I am so excited that little Big Tex is in your care now. Pictures please. Cannot wait. Well, I can. When you can. Just excited to see. Love them gopherus. : )


----------



## nancykj (Nov 2, 2013)

I am glad to hear this story with the happy ending for Tex! i hope the wife has a moment of clarity and leaves this jerk


----------



## tortadise (Nov 2, 2013)

Kinda a bad photo but here he is under his lamp.


----------



## nancykj (Nov 2, 2013)

handsome guy! how big is he, may ask?


----------



## BeeBee*BeeLeaves (Nov 2, 2013)

I'm in love. 
Look at that old man face. Kelly, is this the only Texas tortoise that you have at your sanctuary? Big Tex looks like he is in good shape.


----------



## mike taylor (Nov 2, 2013)

I don't understand why some men will hit there wife . I have been with my wife for almost 20 years . She is the world to me never have I wanted to hit her . Does not make any sense. But lucky you for the new tortoise Kelly. Hay if you start running out of room send TPAW my way . I would love to have a Texas tortoise. Man for someone who had no respect for his wife the tortoise looks to be in good shape .


----------



## Grandpa Turtle 144 (Nov 2, 2013)

The master race they only eat greens , they carry their house on their back , and they can make baby's long after
100 yrs .
And yet humans rule the planet!


----------



## tortadise (Nov 2, 2013)

BeeBee*BeeLeaves said:


> I'm in love.
> Look at that old man face. Kelly, is this the only Texas tortoise that you have at your sanctuary? Big Tex looks like he is in good shape.



He is for now. We have had plenty of them though. Most we just transfer to zoos. But this guy came with paperwork from the State transferring him to us. So he will stay with us. He is in good shape for sure. He is about 12" so. Pretty good size male. The males tend to stay smaller than the females.

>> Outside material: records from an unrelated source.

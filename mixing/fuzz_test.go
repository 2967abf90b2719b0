package mixing_test

import (
	"bytes"
	"math"
	"strings"
	"testing"

	"gonum.org/v1/gonum/mat"

	"github.com/antipode-color/antipode/colorimetry"
	"github.com/antipode-color/antipode/colorimetry/specio"
	"github.com/antipode-color/antipode/mixing"
)

// The fuzz targets of this file check the entries that take user data —
// model files, the measurement files of each fit, and the solvers — for
// the rules of DEVELOPERS.md "Reliability": no panic, no hang, errors of
// one line, and no NaN or Inf handed back as a result. Their seed corpora
// are in testdata/fuzz/<Target>/, which plain `go test` replays.

// oneLine fails unless err's message is a single non-empty line.
func oneLine(t *testing.T, err error) {
	t.Helper()
	msg := err.Error()
	if msg == "" || strings.ContainsAny(msg, "\r\n") {
		t.Fatalf("error is not one line: %q", msg)
	}
}

// spectrumFinite fails when s has a sample that is NaN or infinite.
func spectrumFinite(t *testing.T, what string, s colorimetry.Spectrum) {
	t.Helper()
	for i := range s.Len() {
		if v := s.Value(i); math.IsNaN(v) || math.IsInf(v, 0) {
			t.Fatalf("%s: sample %d = %v without an error", what, i, v)
		}
	}
}

// FuzzLoad feeds arbitrary bytes to Load. A model that loads must save,
// load again and save to the same bytes (Save is a fixed point of Load),
// and its forward model at amounts of 0.5 each must give a finite
// spectrum or an error.
func FuzzLoad(f *testing.F) {
	f.Add([]byte(`{"schema":"antipode-model/1","kind":"dyes","model":{}}`))
	f.Add([]byte(`{"schema":"antipode-model/1","kind":"nope","model":{}}`))
	f.Fuzz(func(t *testing.T, data []byte) {
		m, err := mixing.Load(bytes.NewReader(data))
		if err != nil {
			oneLine(t, err)
			return
		}
		var once, twice bytes.Buffer
		if err := mixing.Save(&once, m); err != nil {
			t.Fatalf("a loaded %s model does not save: %v", m.Kind(), err)
		}
		back, err := mixing.Load(bytes.NewReader(once.Bytes()))
		if err != nil {
			t.Fatalf("a saved %s model does not load: %v\n%s", m.Kind(), err, once.String())
		}
		if err := mixing.Save(&twice, back); err != nil {
			t.Fatal(err)
		}
		if !bytes.Equal(once.Bytes(), twice.Bytes()) {
			t.Fatalf("save, load, save differs:\n%s\n---\n%s", once.String(), twice.String())
		}
		forward(t, m)
	})
}

// halves returns amounts of 0.5 for every name.
func halves(names []string) []mixing.Amount {
	a := make([]mixing.Amount, len(names))
	for i, n := range names {
		a[i] = mixing.Amount{Name: n, Value: 0.5}
	}
	return a
}

// forward runs a loaded model's forward function at amounts of 0.5.
func forward(t *testing.T, m mixing.Model) {
	var s colorimetry.Spectrum
	var err error
	switch m := m.(type) {
	case *mixing.Dyes:
		s, _, err = m.Transmittance(halves(m.Names()), 1)
	case *mixing.Lights:
		s, err = m.Spectrum(halves(m.Names()))
	case *mixing.Pigments:
		s, err = m.Reflectance(halves(m.Names()))
	case *mixing.Halftone:
		s, err = m.Reflectance(halves(m.Inks()))
	default:
		return
	}
	if err != nil {
		oneLine(t, err)
		return
	}
	spectrumFinite(t, m.Kind()+" forward model", s)
}

// readFuzzRecords reads data as a spectral file named fuzz.csv with a
// small resampling limit (so each run stays fast through the same code).
func readFuzzRecords(data []byte) []specio.Named {
	r := specio.NewReader(bytes.NewReader(data), "fuzz.csv")
	r.MaxSamples = 1 << 12
	recs, _ := r.ReadAll()
	return recs
}

// FuzzLightRamps feeds the spectra of arbitrary files to
// LightRampsFromNamed (the lights fit's measurement reader).
func FuzzLightRamps(f *testing.F) {
	f.Add([]byte("name,channel,drive,heldout,400,410,420\nr1,red,0.5,,1,2,3\nr2,red,1,yes,2,4,6\n"))
	f.Fuzz(func(t *testing.T, data []byte) {
		recs := readFuzzRecords(data)
		samples, err := mixing.LightRampsFromNamed(recs, "fuzz.csv")
		if err != nil {
			oneLine(t, err)
			return
		}
		for _, s := range samples {
			if !(s.Drive >= 0 && s.Drive <= 1) || s.Channel == "" {
				t.Fatalf("sample %+v", s)
			}
			spectrumFinite(t, "ramp", s.Spectrum)
		}
	})
}

// FuzzDyeSamples feeds the spectra of arbitrary files to DyeSamples (the
// dyes fit's measurement reader).
func FuzzDyeSamples(f *testing.F) {
	f.Add([]byte("name,dye,concentration (g/L),400,410,420\nb,base,0,0.9,0.9,0.9\na1,amber,0.01,0.5,0.6,0.7\nm,amber=0.01+teal=0.02,,0.3,0.4,0.5\n"))
	f.Fuzz(func(t *testing.T, data []byte) {
		recs := readFuzzRecords(data)
		samples, _, err := mixing.DyeSamples(recs, "fuzz.csv")
		if err != nil {
			oneLine(t, err)
			return
		}
		for _, s := range samples {
			for _, a := range s.Amounts {
				if math.IsNaN(a.Value) || math.IsInf(a.Value, 0) || a.Value < 0 {
					t.Fatalf("sample %q amount %+v", s.Name, a)
				}
			}
			spectrumFinite(t, "dye sample", s.Transmittance)
		}
	})
}

// FuzzHalftoneSamples feeds the spectra of arbitrary files to
// HalftoneSamples (the halftone fit's measurement reader).
func FuzzHalftoneSamples(f *testing.F) {
	f.Add([]byte("name,c (%),m (%),ink:orange (%),heldout,400,410,420\np,0,0,0,,0.9,0.9,0.9\nq,100,50,0,1,0.1,0.2,0.3\n"))
	f.Fuzz(func(t *testing.T, data []byte) {
		recs := readFuzzRecords(data)
		samples, inks, err := mixing.HalftoneSamples(recs, "fuzz.csv")
		if err != nil {
			oneLine(t, err)
			return
		}
		for _, s := range samples {
			if len(s.Coverages) > len(inks) {
				t.Fatalf("patch %q has %d coverages for %d inks", s.Name, len(s.Coverages), len(inks))
			}
			for _, c := range s.Coverages {
				if !(c.Value >= 0 && c.Value <= 1) {
					t.Fatalf("patch %q coverage %+v outside 0–1", s.Name, c)
				}
			}
			spectrumFinite(t, "patch", s.Reflectance)
		}
	})
}

// FuzzBoundedLS feeds arbitrary small problems to NNLS and BoundedLS. A
// solution without an error must be finite, lie within its bounds and
// satisfy the Karush–Kuhn–Tucker conditions of bounded least squares
// (Lawson & Hanson 1974, ch. 23; Stark & Parker 1995): the gradient
// g = Aᵀ(Ax − b) is ≈ 0 where a bound is not active, ≥ 0 at a lower bound
// and ≤ 0 at an upper bound. Tolerance 1e-6 relative to ‖A‖·‖b‖ (the
// solver's own stopping rule is tighter; from memory).
func FuzzBoundedLS(f *testing.F) {
	f.Add(uint8(3), uint8(2), []byte{1, 2, 3, 4, 5, 6, 7, 8, 9, 10, 11, 12, 13, 14, 15, 16, 17, 18, 19, 20}, false)
	f.Add(uint8(4), uint8(4), []byte{200, 0, 0, 0, 0, 200, 0, 0, 0, 0, 200, 0, 0, 0, 0, 200, 255, 1, 128, 3, 0, 1, 0, 1}, true)
	f.Fuzz(func(t *testing.T, rows, cols uint8, data []byte, bounded bool) {
		m, n := int(rows%8)+1, int(cols%6)+1
		need := m*n + m + 2*n
		if len(data) < need {
			return
		}
		val := func(i int) float64 { return (float64(data[i]) - 128) / 16 }
		a := mat.NewDense(m, n, nil)
		for i := range m {
			for j := range n {
				a.Set(i, j, val(i*n+j))
			}
		}
		b := make([]float64, m)
		for i := range b {
			b[i] = val(m*n + i)
		}
		lo, hi := make([]float64, n), make([]float64, n)
		for j := range n {
			lo[j] = math.Min(0, val(m*n+m+j))
			hi[j] = lo[j] + math.Abs(val(m*n+m+n+j)) + 0.1
		}
		var x []float64
		var err error
		if bounded {
			x, _, err = mixing.BoundedLS(a, b, lo, hi)
		} else {
			x, _, err = mixing.NNLS(a, b)
			for j := range lo {
				lo[j], hi[j] = 0, math.Inf(1)
			}
		}
		if err != nil {
			oneLine(t, err)
			return
		}
		r := make([]float64, m)
		for i := range m {
			r[i] = -b[i]
			for j := range n {
				r[i] += a.At(i, j) * x[j]
			}
		}
		scale := (mat.Norm(a, 2) + 1) * (lsNorm(b) + 1)
		for j := range n {
			if math.IsNaN(x[j]) || math.IsInf(x[j], 0) || x[j] < lo[j]-1e-12 || x[j] > hi[j]+1e-12 {
				t.Fatalf("x[%d] = %v outside [%v, %v]", j, x[j], lo[j], hi[j])
			}
			g := 0.0
			for i := range m {
				g += a.At(i, j) * r[i]
			}
			tol := 1e-6 * scale
			atLo, atHi := x[j] <= lo[j]+1e-9*(1+math.Abs(lo[j])), x[j] >= hi[j]-1e-9*(1+math.Abs(hi[j]))
			switch {
			case atLo && atHi:
			case atLo && g < -tol, atHi && g > tol, !atLo && !atHi && math.Abs(g) > tol:
				t.Fatalf("KKT fails at %d: x %v in [%v, %v], gradient %v (tol %v)", j, x[j], lo[j], hi[j], g, tol)
			}
		}
	})
}

// lsNorm returns the Euclidean norm of v.
func lsNorm(v []float64) float64 {
	s := 0.0
	for _, x := range v {
		s += x * x
	}
	return math.Sqrt(s)
}

// fuzzDyes is a two-dye Beer–Lambert model on 400–700 nm at 20 nm, made
// up for the fuzz target (invented data).
func fuzzDyes(t *testing.T) *mixing.Dyes {
	g := colorimetry.Grid{Start: 400, Step: 20, N: 16}
	e1, e2, base := make([]float64, g.N), make([]float64, g.N), make([]float64, g.N)
	for i := range g.N {
		x := float64(i) / float64(g.N-1)
		e1[i] = 2 * math.Exp(-(x-0.2)*(x-0.2)*20)
		e2[i] = 1.5 * math.Exp(-(x-0.8)*(x-0.8)*20)
		base[i] = 0.02
	}
	m, err := mixing.NewDyes(g, "g/L", base, []mixing.Dye{{Name: "a", Absorptivity: e1}, {Name: "b", Absorptivity: e2}})
	if err != nil {
		t.Fatal(err)
	}
	return m
}

// FuzzDyesSolve solves a small dyes model for arbitrary target spectra
// (bytes as transmittances 0–1.27, with some wild values). Every recipe
// returned without an error must have finite, non-negative amounts and a
// finite ΔE00.
func FuzzDyesSolve(f *testing.F) {
	f.Add([]byte{60, 50, 40, 30, 20, 30, 40, 50, 60, 70, 80, 90, 100, 110, 120, 127}, float64(1))
	f.Add([]byte{0, 0, 0, 0, 0, 0, 0, 0, 0, 0, 0, 0, 0, 0, 0, 0}, float64(0))
	f.Add([]byte{255, 255, 255}, 1e300)
	f.Fuzz(func(t *testing.T, data []byte, ell float64) {
		if len(data) < 3 {
			return
		}
		m := fuzzDyes(t)
		v := make([]float64, len(data))
		for i, c := range data {
			switch c {
			case 255:
				v[i] = 1e308
			case 254:
				v[i] = -1
			default:
				v[i] = float64(c) / 100
			}
		}
		g := colorimetry.Grid{Start: 380, Step: 400 / float64(len(v)-1), N: len(v)}
		target, err := colorimetry.NewSpectrumOnGrid(g, v, colorimetry.Options{})
		if err != nil {
			oneLine(t, err)
			return
		}
		sol, err := m.Solve(target, mixing.DyeSolveSettings{PathLength: ell, MaxEvaluations: 200})
		if err != nil {
			oneLine(t, err)
			return
		}
		for _, r := range sol.Recipes {
			if math.IsNaN(r.DE00) || math.IsInf(r.DE00, 0) || r.DE00 < 0 {
				t.Fatalf("recipe ΔE00 %v", r.DE00)
			}
			for _, a := range r.Amounts {
				if math.IsNaN(a.Value) || math.IsInf(a.Value, 0) || a.Value < 0 {
					t.Fatalf("recipe amount %+v", a)
				}
			}
		}
	})
}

Mike I can certainly adopt some out to you. However you will need to get your permit. Takes 3 years. But time flies and will be over in no time. I can get the info for you if you would like.


----------



## mike taylor (Nov 2, 2013)

*Re: RE: Gopherus Berlandieri*



tortadise said:


> BeeBee*BeeLeaves said:
> 
> 
> > I'm in love.
> ...



Yes please do . Thanks Kelly.


----------



## tortadise (Nov 2, 2013)

http://www.tortoiseforum.org/thread-63815.html


----------



## sibi (Nov 2, 2013)

Just look into those eyes...if he could speak, what a tale he would give! As far as the question, "why doesn't she leave?" the answer is because most battered women live behind an "invisible cell." The abused wife feels trapped especially if she is isolated from friends and family. She often feels she has no one to turn to for help. Often, not always, she is financially poor and lacks the means to get away from a monster that has made her feel worthless. Who will help her?, she thinks. Who will give her money to get away?, she wonders. Where can she go where he won't find her, she fears. If he should find her, he'll certainly kill her, she fears more than anything else!

And, yet, people will still ask, "why don't she leave him?"

If only the TX tort can speak! I'm glad he's away from that and has found freedom.


----------



## BeeBee*BeeLeaves (Nov 2, 2013)

Yes, sibi, those eyes are so wise. He has seen a lot. He knows it all.
That man is missing this tortoise. Big time. He needed the karma of his actions towards a fellow human being and losing his tortoise or tortoises is it. Shame on him.
I am glad he is there to stay Kelly. He is splendid. : )


----------



## thatrebecca (Nov 3, 2013)

Beautiful tortoise. Interesting backstory. It kind of messes with my theory that how people treat animals is a good indicator of how they'll treat humans less powerful than them.


----------



## ascott (Nov 3, 2013)

Never know what both humans are like... I am happy the tort has found his way to a safe place...I will not pass judgement on a situation I know nothing of.

I personally have seen some women who act entirely like men when we are speaking of violence... there is no telling what the situation really is.


----------



## BeeBee*BeeLeaves (Nov 3, 2013)

Totally. Best none of my business guess is that both parties are equally at fault. It is just a never ending pissing contest. Life is too short to have drama like that. Bleh. They should have learned from their tortoises. Horse, water ... drink, no drink.
I am just so happy that Kelly got the tortoise, woo hoo! He is a jewel. Came out of them ashes.


----------